■ Stored data
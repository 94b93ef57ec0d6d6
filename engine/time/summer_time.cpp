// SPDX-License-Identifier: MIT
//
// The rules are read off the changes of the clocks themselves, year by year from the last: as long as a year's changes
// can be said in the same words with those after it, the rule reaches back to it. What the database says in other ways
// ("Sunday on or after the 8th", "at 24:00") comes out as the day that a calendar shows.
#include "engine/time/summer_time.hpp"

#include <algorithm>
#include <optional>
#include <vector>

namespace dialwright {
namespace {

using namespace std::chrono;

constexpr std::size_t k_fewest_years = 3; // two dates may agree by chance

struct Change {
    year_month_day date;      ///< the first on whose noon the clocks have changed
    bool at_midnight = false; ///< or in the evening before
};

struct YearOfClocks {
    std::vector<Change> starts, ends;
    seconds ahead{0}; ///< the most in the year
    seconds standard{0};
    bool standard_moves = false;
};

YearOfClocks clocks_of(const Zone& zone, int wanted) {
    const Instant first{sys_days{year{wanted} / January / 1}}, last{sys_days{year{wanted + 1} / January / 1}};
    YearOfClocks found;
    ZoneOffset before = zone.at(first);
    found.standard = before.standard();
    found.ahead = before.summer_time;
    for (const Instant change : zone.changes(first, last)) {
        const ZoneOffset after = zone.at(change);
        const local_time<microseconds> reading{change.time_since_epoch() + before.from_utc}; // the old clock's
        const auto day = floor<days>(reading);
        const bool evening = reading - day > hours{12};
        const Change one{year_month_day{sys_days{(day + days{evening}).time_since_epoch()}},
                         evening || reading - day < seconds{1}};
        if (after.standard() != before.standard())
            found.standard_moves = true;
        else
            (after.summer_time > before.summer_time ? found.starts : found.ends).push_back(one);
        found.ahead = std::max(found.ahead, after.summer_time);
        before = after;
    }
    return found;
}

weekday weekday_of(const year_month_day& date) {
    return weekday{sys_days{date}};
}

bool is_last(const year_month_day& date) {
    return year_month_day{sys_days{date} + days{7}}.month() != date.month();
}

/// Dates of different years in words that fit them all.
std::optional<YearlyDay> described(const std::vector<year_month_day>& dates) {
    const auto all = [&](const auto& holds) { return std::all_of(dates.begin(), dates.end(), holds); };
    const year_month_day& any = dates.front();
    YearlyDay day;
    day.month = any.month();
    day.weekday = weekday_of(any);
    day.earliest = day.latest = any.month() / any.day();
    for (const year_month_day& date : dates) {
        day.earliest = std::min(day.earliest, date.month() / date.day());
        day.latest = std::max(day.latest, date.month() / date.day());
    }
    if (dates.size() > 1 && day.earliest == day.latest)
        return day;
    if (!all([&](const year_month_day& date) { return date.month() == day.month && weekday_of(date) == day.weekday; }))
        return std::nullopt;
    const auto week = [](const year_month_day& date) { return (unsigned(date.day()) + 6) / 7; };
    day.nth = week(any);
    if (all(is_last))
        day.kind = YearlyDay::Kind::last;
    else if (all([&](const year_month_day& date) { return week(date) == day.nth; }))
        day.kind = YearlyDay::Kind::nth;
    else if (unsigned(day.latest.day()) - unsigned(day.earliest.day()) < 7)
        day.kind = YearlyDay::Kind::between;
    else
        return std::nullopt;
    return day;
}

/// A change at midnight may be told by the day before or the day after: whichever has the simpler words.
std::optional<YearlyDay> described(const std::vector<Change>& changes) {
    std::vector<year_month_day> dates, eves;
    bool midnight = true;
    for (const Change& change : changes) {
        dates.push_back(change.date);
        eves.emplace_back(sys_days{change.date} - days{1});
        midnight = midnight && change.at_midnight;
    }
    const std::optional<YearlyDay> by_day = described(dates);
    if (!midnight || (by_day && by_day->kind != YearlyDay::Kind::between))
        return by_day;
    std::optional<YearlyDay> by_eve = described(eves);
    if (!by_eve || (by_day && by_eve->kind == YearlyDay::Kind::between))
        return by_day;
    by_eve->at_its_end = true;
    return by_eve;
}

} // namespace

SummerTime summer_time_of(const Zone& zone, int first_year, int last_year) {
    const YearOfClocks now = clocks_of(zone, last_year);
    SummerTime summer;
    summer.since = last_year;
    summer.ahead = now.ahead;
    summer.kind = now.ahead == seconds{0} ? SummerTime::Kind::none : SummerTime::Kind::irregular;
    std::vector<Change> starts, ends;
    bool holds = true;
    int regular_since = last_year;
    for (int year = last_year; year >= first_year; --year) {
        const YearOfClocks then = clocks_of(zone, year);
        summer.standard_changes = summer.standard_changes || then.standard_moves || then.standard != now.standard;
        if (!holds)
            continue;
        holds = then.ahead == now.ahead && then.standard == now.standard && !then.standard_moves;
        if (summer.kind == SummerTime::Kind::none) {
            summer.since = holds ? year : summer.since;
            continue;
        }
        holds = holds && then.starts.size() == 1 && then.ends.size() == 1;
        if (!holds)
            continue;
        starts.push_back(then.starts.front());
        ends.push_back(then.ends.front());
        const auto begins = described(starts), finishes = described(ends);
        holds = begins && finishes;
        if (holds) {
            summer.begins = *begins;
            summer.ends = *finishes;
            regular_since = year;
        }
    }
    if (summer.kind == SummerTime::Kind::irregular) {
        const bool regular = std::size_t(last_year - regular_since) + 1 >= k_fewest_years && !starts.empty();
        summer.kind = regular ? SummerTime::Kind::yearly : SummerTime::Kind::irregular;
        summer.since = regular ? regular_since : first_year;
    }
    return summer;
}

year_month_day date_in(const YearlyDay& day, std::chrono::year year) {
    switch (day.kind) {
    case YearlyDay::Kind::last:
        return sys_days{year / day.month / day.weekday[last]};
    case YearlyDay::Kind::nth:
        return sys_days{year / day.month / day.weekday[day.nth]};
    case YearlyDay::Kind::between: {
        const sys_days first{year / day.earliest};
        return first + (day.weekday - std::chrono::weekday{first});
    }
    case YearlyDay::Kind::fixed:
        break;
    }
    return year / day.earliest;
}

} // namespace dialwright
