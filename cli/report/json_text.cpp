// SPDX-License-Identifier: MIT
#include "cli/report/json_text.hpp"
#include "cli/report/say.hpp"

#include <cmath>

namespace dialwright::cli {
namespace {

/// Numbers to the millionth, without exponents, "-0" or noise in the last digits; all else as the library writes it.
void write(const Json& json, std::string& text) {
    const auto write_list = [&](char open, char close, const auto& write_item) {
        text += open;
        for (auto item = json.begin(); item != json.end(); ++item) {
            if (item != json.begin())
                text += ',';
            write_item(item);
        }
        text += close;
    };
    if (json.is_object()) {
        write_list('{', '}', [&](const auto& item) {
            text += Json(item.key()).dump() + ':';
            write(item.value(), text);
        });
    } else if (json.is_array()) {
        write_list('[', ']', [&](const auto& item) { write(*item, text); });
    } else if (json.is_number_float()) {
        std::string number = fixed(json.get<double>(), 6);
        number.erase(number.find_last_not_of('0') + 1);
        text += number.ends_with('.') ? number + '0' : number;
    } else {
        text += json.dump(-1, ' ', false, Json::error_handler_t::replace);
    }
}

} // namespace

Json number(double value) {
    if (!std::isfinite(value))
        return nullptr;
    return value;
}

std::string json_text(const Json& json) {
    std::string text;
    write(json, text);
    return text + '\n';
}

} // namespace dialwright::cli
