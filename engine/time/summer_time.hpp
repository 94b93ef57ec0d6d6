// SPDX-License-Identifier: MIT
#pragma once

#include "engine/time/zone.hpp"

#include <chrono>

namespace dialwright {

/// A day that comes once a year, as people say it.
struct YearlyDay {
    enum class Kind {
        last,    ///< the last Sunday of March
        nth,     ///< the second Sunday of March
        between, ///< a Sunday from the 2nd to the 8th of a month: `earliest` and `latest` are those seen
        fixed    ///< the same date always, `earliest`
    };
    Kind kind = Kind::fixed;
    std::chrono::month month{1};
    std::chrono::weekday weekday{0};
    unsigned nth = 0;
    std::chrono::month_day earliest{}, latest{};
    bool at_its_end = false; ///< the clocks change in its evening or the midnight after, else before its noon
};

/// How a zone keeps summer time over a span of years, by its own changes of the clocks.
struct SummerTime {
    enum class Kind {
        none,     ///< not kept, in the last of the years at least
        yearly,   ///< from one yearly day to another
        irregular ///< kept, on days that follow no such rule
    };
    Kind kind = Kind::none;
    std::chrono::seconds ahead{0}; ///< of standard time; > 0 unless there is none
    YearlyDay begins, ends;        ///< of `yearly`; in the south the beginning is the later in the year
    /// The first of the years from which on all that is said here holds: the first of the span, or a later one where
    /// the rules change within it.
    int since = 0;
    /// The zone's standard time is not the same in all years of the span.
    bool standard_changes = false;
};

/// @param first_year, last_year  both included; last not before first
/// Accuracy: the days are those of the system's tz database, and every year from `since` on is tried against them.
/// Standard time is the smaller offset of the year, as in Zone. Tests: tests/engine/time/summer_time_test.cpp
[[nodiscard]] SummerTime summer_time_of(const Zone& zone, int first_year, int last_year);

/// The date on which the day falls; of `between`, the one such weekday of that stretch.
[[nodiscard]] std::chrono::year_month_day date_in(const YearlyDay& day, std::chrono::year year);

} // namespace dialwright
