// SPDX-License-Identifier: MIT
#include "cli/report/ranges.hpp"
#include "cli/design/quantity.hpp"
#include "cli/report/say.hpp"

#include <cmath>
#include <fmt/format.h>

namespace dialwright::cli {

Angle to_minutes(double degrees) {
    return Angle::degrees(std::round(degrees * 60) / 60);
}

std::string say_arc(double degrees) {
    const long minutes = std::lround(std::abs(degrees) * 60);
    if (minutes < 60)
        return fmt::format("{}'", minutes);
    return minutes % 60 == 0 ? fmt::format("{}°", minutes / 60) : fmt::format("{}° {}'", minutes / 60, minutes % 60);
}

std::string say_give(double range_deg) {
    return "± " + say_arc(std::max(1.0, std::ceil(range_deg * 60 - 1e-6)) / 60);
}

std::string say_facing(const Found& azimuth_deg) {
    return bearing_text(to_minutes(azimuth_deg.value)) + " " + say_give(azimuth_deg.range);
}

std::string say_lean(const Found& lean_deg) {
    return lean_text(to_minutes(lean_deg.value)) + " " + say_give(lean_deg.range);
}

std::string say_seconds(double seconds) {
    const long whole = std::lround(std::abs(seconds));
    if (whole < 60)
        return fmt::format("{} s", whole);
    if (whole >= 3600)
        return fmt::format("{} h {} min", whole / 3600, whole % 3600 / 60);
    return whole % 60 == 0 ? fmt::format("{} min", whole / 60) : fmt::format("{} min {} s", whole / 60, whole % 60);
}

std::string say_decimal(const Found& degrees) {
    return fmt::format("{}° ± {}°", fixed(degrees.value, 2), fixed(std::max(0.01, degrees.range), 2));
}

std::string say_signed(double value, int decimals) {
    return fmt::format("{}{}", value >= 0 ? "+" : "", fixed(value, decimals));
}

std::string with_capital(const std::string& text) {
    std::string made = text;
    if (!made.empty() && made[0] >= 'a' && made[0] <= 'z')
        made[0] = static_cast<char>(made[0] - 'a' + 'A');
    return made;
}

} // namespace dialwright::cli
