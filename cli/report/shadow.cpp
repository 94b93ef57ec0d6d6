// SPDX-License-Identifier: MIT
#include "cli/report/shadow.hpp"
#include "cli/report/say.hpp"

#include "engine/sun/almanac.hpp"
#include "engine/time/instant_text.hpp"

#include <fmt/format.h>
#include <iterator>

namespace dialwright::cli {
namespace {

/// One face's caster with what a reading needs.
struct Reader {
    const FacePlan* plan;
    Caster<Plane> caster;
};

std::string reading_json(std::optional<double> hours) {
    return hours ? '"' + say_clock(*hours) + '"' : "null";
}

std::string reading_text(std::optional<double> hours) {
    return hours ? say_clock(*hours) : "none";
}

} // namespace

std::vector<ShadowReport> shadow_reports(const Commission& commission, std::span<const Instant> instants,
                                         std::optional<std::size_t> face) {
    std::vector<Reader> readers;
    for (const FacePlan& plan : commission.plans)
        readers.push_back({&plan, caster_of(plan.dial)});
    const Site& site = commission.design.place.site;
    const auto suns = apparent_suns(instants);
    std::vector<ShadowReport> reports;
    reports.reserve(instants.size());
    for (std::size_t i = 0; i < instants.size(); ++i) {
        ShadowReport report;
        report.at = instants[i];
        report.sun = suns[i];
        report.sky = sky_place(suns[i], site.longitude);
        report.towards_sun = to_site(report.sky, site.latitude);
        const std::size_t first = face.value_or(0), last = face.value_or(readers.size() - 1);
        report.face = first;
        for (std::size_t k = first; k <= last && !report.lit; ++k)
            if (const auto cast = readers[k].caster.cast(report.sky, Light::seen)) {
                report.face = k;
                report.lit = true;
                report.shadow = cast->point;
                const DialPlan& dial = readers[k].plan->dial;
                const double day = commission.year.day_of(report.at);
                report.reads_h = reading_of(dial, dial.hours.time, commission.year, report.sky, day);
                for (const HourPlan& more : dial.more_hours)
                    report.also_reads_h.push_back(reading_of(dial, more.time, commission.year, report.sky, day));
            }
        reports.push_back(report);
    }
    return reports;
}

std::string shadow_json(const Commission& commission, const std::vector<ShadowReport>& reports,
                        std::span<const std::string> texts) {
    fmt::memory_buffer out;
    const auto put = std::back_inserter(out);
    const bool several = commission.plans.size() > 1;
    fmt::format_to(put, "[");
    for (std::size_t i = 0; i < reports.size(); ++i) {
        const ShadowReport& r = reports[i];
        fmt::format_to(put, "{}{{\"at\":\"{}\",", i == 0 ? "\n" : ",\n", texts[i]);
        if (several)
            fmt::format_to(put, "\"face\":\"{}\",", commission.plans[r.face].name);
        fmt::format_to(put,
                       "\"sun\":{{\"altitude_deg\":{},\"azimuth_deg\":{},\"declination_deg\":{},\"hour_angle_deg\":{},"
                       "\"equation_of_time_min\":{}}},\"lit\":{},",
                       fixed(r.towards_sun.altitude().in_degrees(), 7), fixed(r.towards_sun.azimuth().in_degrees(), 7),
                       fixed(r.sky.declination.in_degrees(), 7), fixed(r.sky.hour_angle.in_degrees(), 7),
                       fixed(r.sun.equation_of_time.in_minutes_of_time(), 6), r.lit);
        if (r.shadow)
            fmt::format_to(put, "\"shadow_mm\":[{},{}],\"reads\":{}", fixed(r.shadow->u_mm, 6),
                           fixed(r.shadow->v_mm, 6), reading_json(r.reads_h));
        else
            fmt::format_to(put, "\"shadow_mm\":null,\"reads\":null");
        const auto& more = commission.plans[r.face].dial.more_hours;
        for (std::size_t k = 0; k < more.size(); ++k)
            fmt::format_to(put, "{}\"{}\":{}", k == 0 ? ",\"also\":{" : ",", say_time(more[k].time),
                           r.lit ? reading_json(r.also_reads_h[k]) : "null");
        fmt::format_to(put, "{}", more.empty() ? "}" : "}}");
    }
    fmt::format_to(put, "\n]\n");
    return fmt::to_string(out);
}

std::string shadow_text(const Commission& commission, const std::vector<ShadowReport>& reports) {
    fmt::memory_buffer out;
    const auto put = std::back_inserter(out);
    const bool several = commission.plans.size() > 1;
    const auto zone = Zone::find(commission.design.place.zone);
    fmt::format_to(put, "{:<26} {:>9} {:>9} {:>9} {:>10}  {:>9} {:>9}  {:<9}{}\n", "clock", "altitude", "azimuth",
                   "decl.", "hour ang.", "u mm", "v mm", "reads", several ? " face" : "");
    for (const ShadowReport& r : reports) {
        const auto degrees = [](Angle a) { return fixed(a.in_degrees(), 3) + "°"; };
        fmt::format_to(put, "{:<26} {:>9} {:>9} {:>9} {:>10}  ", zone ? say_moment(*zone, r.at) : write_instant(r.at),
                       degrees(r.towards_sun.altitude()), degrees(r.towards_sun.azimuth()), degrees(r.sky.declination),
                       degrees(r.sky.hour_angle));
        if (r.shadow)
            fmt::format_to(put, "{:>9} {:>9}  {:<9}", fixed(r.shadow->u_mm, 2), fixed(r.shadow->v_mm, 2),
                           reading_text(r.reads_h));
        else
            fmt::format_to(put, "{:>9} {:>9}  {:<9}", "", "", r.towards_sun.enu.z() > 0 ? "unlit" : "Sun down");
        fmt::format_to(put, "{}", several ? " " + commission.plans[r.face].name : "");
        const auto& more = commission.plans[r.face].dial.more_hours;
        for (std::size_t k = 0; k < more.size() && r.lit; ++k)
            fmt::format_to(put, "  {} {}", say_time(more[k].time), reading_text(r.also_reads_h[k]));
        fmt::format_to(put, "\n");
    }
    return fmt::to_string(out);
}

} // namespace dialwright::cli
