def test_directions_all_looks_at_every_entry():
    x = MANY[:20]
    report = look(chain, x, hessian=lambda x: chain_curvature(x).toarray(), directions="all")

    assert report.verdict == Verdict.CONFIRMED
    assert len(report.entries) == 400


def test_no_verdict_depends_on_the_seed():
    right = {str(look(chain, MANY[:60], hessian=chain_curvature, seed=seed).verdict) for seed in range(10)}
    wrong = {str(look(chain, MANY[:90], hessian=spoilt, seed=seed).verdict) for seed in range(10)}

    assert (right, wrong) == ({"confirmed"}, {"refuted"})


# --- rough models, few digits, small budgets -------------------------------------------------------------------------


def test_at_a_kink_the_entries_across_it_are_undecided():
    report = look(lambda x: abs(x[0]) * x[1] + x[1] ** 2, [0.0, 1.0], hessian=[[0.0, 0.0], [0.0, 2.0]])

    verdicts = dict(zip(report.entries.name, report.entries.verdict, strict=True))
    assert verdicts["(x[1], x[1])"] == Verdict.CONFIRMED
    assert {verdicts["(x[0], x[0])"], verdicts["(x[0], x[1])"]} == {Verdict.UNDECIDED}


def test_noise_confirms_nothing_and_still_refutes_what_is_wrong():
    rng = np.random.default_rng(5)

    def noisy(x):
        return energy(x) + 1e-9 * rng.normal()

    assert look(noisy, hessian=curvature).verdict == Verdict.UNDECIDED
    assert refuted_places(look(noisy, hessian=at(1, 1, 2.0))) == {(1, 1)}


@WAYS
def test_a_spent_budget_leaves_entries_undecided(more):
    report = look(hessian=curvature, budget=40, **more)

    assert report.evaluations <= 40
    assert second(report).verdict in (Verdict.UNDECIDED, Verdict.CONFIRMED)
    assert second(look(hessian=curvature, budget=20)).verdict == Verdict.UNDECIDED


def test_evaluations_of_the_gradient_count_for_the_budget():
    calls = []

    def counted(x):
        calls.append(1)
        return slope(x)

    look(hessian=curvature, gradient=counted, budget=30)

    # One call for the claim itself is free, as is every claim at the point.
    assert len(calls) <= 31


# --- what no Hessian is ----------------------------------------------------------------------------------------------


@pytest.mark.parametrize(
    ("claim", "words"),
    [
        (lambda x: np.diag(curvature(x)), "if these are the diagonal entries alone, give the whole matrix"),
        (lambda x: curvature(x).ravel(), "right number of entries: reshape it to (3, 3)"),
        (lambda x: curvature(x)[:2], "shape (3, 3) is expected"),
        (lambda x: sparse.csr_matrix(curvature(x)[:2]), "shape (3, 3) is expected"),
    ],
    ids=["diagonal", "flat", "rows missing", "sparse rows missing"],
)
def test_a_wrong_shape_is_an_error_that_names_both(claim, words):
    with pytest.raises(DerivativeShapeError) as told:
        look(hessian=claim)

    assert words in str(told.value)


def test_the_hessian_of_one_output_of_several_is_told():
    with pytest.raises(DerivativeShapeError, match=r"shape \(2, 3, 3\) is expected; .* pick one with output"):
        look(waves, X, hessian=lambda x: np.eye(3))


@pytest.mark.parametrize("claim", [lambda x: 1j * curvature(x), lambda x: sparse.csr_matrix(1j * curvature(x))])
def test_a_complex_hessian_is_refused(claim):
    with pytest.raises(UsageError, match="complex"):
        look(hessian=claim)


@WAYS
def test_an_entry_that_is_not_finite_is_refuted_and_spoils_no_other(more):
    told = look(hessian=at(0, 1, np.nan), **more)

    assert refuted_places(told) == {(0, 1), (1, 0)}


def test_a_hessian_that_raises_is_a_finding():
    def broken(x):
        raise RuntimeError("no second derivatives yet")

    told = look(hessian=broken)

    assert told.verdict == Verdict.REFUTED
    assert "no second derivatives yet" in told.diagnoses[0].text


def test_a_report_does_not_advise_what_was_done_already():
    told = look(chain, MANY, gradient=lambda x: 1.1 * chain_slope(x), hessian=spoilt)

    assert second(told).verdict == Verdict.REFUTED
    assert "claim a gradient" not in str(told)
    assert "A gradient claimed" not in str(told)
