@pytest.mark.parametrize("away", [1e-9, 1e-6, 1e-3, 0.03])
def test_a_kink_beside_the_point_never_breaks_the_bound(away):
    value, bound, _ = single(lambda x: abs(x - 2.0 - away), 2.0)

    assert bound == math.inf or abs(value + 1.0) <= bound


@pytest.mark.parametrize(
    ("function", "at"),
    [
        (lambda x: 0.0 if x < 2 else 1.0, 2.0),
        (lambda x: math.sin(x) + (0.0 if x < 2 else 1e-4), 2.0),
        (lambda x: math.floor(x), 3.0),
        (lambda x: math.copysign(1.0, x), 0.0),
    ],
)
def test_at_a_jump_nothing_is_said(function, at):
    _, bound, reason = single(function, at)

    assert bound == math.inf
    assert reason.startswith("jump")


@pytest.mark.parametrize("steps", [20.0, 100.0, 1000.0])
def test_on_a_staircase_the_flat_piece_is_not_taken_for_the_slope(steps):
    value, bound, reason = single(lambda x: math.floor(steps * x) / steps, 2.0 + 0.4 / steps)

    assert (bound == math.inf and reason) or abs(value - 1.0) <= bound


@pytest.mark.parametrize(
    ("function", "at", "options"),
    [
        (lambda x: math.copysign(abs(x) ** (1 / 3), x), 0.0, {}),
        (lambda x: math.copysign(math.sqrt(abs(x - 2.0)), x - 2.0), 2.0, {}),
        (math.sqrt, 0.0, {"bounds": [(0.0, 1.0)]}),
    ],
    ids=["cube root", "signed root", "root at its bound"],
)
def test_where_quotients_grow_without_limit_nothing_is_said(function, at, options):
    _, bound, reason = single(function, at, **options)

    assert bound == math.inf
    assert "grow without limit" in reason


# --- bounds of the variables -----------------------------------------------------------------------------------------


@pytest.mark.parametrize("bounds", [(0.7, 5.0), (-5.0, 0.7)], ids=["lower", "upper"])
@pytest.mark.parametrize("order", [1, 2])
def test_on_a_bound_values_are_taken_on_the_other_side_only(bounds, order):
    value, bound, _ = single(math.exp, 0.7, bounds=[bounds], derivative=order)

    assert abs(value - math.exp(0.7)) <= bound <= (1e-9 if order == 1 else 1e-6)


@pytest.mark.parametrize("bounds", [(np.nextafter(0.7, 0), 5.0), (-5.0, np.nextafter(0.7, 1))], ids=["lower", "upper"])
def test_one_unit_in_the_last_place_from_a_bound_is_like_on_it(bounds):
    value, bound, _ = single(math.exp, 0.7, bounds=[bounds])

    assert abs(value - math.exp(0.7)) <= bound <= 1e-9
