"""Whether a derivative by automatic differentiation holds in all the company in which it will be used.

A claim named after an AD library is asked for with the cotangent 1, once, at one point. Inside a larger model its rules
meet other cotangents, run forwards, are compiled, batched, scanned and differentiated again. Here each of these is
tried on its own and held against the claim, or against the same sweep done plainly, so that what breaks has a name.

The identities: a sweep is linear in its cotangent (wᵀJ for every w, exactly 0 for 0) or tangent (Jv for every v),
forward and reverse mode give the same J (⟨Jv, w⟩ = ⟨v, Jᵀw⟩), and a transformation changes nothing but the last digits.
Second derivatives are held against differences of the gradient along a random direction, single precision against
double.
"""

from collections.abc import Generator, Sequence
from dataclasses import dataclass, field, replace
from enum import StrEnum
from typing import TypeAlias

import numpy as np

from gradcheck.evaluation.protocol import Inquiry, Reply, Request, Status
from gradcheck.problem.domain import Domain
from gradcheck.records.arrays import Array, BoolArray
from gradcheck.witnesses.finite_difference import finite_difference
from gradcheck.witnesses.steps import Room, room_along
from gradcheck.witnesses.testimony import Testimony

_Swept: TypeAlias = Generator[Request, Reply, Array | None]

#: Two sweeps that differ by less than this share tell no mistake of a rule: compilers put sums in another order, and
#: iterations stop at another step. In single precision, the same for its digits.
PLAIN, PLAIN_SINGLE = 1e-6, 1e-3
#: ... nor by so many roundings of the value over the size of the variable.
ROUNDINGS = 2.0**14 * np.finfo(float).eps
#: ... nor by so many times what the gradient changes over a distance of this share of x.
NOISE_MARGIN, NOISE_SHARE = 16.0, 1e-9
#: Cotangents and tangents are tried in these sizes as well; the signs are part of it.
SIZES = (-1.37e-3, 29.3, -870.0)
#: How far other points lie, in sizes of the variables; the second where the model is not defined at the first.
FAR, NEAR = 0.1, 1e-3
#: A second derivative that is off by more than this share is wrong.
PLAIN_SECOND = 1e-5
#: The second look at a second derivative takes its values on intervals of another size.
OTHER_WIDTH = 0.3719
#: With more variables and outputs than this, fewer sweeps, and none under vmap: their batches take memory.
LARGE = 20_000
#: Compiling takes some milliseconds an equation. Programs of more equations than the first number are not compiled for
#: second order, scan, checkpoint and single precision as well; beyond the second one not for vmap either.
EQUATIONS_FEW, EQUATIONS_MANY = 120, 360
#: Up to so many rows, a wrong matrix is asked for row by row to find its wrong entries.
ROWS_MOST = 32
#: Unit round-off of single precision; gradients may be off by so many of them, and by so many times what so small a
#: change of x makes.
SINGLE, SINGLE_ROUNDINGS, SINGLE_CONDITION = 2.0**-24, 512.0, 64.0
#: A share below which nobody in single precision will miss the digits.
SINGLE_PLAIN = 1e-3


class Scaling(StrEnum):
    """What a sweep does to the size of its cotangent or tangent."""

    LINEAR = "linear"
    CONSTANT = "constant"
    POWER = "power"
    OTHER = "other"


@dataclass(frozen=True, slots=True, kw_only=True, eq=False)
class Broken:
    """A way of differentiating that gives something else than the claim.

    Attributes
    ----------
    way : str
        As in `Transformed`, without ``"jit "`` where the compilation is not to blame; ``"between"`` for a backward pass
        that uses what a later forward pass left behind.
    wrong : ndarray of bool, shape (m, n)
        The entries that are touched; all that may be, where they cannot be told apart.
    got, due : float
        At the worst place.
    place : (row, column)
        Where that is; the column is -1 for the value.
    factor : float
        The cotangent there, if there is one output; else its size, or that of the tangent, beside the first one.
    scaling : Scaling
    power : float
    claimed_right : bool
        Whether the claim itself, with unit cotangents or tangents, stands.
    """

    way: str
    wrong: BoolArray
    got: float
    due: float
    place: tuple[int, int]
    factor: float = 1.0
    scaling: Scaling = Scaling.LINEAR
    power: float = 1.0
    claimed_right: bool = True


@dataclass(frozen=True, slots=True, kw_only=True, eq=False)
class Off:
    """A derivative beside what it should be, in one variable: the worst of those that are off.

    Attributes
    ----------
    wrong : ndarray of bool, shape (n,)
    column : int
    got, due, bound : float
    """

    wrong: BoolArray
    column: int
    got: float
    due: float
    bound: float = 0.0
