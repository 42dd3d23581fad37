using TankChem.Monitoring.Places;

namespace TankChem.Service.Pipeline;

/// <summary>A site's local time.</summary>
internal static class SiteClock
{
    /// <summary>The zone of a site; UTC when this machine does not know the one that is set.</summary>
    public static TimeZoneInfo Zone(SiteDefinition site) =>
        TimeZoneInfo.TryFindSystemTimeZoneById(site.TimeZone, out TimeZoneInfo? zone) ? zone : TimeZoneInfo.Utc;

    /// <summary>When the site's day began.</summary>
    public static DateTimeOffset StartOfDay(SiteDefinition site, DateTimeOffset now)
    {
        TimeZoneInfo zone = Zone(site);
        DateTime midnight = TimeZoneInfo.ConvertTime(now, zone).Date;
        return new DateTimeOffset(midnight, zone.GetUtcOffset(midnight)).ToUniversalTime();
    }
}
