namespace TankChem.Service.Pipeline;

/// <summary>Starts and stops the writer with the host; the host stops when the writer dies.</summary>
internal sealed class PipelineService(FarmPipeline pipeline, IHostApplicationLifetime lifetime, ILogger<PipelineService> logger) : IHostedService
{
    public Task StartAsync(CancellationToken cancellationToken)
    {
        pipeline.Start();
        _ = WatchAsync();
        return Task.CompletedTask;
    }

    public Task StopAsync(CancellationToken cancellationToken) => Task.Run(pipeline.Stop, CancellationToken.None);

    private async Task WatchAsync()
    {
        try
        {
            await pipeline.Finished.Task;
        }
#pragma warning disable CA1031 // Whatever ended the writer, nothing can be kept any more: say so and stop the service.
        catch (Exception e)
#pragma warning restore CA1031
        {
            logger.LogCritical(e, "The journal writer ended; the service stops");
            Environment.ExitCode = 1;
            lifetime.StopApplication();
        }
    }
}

■ What the task asks
Copy all lines from the data that hold the word "reason".

■ Solution for this task
    _, bound, reason = single(function, at)
    assert reason.startswith("jump")
    value, bound, reason = single(lambda x: math.floor(steps * x) / steps, 2.0 + 0.4 / steps)
    assert (bound == math.inf and reason) or abs(value - 1.0) <= bound
    _, bound, reason = single(function, at, **options)
    assert "grow without limit" in reason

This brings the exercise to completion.